[EXCERPTED RECORDS — start]

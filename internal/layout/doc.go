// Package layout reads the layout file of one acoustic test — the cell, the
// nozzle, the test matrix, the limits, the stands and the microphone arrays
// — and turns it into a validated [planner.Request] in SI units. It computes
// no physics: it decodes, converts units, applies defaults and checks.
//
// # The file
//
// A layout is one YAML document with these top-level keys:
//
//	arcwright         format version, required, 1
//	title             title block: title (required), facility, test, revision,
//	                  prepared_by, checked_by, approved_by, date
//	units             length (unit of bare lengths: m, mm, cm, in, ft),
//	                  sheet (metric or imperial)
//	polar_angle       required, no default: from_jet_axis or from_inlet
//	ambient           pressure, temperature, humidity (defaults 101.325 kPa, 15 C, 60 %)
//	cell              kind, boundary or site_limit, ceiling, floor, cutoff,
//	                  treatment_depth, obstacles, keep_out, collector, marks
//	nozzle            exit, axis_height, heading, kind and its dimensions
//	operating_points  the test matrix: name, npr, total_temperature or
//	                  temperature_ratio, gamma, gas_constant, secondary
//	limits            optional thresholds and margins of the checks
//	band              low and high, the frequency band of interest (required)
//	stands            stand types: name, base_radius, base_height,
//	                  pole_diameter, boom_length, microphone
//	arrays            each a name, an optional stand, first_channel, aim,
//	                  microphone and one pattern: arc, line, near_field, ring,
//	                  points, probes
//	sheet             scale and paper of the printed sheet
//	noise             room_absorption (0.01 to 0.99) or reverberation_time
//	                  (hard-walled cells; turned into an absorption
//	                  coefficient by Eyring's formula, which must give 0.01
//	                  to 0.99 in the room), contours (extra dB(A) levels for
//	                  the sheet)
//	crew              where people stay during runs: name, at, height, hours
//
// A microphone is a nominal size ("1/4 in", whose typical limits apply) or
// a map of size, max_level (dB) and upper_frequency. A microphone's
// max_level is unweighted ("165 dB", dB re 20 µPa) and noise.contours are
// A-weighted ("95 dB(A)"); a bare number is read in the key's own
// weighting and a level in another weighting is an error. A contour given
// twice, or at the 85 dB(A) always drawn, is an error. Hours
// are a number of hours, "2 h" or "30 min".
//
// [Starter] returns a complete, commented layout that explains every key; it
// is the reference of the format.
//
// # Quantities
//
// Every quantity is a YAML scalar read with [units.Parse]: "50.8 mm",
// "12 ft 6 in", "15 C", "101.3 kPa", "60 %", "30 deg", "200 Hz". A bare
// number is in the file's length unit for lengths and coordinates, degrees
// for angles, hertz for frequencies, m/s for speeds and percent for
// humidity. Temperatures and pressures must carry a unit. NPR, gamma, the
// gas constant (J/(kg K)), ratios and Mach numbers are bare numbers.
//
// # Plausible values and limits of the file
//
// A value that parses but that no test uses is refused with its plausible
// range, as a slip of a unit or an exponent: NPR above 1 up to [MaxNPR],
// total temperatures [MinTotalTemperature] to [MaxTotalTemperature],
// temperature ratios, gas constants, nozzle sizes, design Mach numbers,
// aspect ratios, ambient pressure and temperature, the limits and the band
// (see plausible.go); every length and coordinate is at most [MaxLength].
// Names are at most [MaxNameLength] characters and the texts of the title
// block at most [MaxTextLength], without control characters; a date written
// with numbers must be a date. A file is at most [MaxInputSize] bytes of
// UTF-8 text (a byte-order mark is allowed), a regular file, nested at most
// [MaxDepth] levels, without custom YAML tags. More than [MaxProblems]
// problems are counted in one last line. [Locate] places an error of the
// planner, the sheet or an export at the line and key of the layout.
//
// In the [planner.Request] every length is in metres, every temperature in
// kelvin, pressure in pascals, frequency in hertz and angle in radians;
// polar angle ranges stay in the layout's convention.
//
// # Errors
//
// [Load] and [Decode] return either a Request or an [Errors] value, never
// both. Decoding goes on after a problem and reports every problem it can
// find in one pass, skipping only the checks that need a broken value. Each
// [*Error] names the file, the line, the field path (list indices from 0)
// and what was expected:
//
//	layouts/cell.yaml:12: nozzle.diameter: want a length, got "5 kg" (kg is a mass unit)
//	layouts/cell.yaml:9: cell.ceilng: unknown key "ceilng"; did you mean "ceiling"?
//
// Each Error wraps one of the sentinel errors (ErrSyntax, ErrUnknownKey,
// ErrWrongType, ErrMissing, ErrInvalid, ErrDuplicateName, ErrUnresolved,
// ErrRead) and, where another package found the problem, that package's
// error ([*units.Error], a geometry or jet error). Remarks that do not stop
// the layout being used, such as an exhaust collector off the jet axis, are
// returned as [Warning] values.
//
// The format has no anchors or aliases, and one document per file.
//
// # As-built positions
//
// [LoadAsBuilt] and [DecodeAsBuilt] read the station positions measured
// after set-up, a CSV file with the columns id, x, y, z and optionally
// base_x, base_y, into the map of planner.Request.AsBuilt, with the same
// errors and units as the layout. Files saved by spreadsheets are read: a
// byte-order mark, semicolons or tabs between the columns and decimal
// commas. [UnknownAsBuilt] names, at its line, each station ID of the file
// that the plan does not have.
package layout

[EXCERPTED RECORDS — finish]

#### REQUIREMENT:
Each record above must be restated in full, word for word.

#### ANSWER FOR THE TASK:
filename internal/layout/doc.go
// Package layout reads the layout file of one acoustic test — the cell, the
// nozzle, the test matrix, the limits, the stands and the microphone arrays
// — and turns it into a validated [planner.Request] in SI units. It computes
// no physics: it decodes, converts units, applies defaults and checks.
//
// # The file
//
// A layout is one YAML document with these top-level keys:
//
//	arcwright         format version, required, 1
//	title             title block: title (required), facility, test, revision,
//	                  prepared_by, checked_by, approved_by, date
//	units             length (unit of bare lengths: m, mm, cm, in, ft),
//	                  sheet (metric or imperial)
//	polar_angle       required, no default: from_jet_axis or from_inlet
//	ambient           pressure, temperature, humidity (defaults 101.325 kPa, 15 C, 60 %)
//	cell              kind, boundary or site_limit, ceiling, floor, cutoff,
//	                  treatment_depth, obstacles, keep_out, collector, marks
//	nozzle            exit, axis_height, heading, kind and its dimensions
//	operating_points  the test matrix: name, npr, total_temperature or
//	                  temperature_ratio, gamma, gas_constant, secondary
//	limits            optional thresholds and margins of the checks
//	band              low and high, the frequency band of interest (required)
//	stands            stand types: name, base_radius, base_height,
//	                  pole_diameter, boom_length, microphone
//	arrays            each a name, an optional stand, first_channel, aim,
//	                  microphone and one pattern: arc, line, near_field, ring,
//	                  points, probes
//	sheet             scale and paper of the printed sheet
//	noise             room_absorption (0.01 to 0.99) or reverberation_time
//	                  (hard-walled cells; turned into an absorption
//	                  coefficient by Eyring's formula, which must give 0.01
//	                  to 0.99 in the room), contours (extra dB(A) levels for
//	                  the sheet)
//	crew              where people stay during runs: name, at, height, hours
//
// A microphone is a nominal size ("1/4 in", whose typical limits apply) or
// a map of size, max_level (dB) and upper_frequency. A microphone's
// max_level is unweighted ("165 dB", dB re 20 µPa) and noise.contours are
// A-weighted ("95 dB(A)"); a bare number is read in the key's own
// weighting and a level in another weighting is an error. A contour given
// twice, or at the 85 dB(A) always drawn, is an error. Hours
// are a number of hours, "2 h" or "30 min".
//
// [Starter] returns a complete, commented layout that explains every key; it
// is the reference of the format.
//
// # Quantities
//
// Every quantity is a YAML scalar read with [units.Parse]: "50.8 mm",
// "12 ft 6 in", "15 C", "101.3 kPa", "60 %", "30 deg", "200 Hz". A bare
// number is in the file's length unit for lengths and coordinates, degrees
// for angles, hertz for frequencies, m/s for speeds and percent for
// humidity. Temperatures and pressures must carry a unit. NPR, gamma, the
// gas constant (J/(kg K)), ratios and Mach numbers are bare numbers.
//
// # Plausible values and limits of the file
//
// A value that parses but that no test uses is refused with its plausible
// range, as a slip of a unit or an exponent: NPR above 1 up to [MaxNPR],
// total temperatures [MinTotalTemperature] to [MaxTotalTemperature],
// temperature ratios, gas constants, nozzle sizes, design Mach numbers,
// aspect ratios, ambient pressure and temperature, the limits and the band
// (see plausible.go); every length and coordinate is at most [MaxLength].
// Names are at most [MaxNameLength] characters and the texts of the title
// block at most [MaxTextLength], without control characters; a date written
// with numbers must be a date. A file is at most [MaxInputSize] bytes of
// UTF-8 text (a byte-order mark is allowed), a regular file, nested at most
// [MaxDepth] levels, without custom YAML tags. More than [MaxProblems]
// problems are counted in one last line. [Locate] places an error of the
// planner, the sheet or an export at the line and key of the layout.
//
// In the [planner.Request] every length is in metres, every temperature in
// kelvin, pressure in pascals, frequency in hertz and angle in radians;
// polar angle ranges stay in the layout's convention.
//
// # Errors
//
// [Load] and [Decode] return either a Request or an [Errors] value, never
// both. Decoding goes on after a problem and reports every problem it can
// find in one pass, skipping only the checks that need a broken value. Each
// [*Error] names the file, the line, the field path (list indices from 0)
// and what was expected:
//
//	layouts/cell.yaml:12: nozzle.diameter: want a length, got "5 kg" (kg is a mass unit)
//	layouts/cell.yaml:9: cell.ceilng: unknown key "ceilng"; did you mean "ceiling"?
//
// Each Error wraps one of the sentinel errors (ErrSyntax, ErrUnknownKey,
// ErrWrongType, ErrMissing, ErrInvalid, ErrDuplicateName, ErrUnresolved,
// ErrRead) and, where another package found the problem, that package's
// error ([*units.Error], a geometry or jet error). Remarks that do not stop
// the layout being used, such as an exhaust collector off the jet axis, are
// returned as [Warning] values.
//
// The format has no anchors or aliases, and one document per file.
//
// # As-built positions
//
// [LoadAsBuilt] and [DecodeAsBuilt] read the station positions measured
// after set-up, a CSV file with the columns id, x, y, z and optionally
// base_x, base_y, into the map of planner.Request.AsBuilt, with the same
// errors and units as the layout. Files saved by spreadsheets are read: a
// byte-order mark, semicolons or tabs between the columns and decimal
// commas. [UnknownAsBuilt] names, at its line, each station ID of the file
// that the plan does not have.
package layout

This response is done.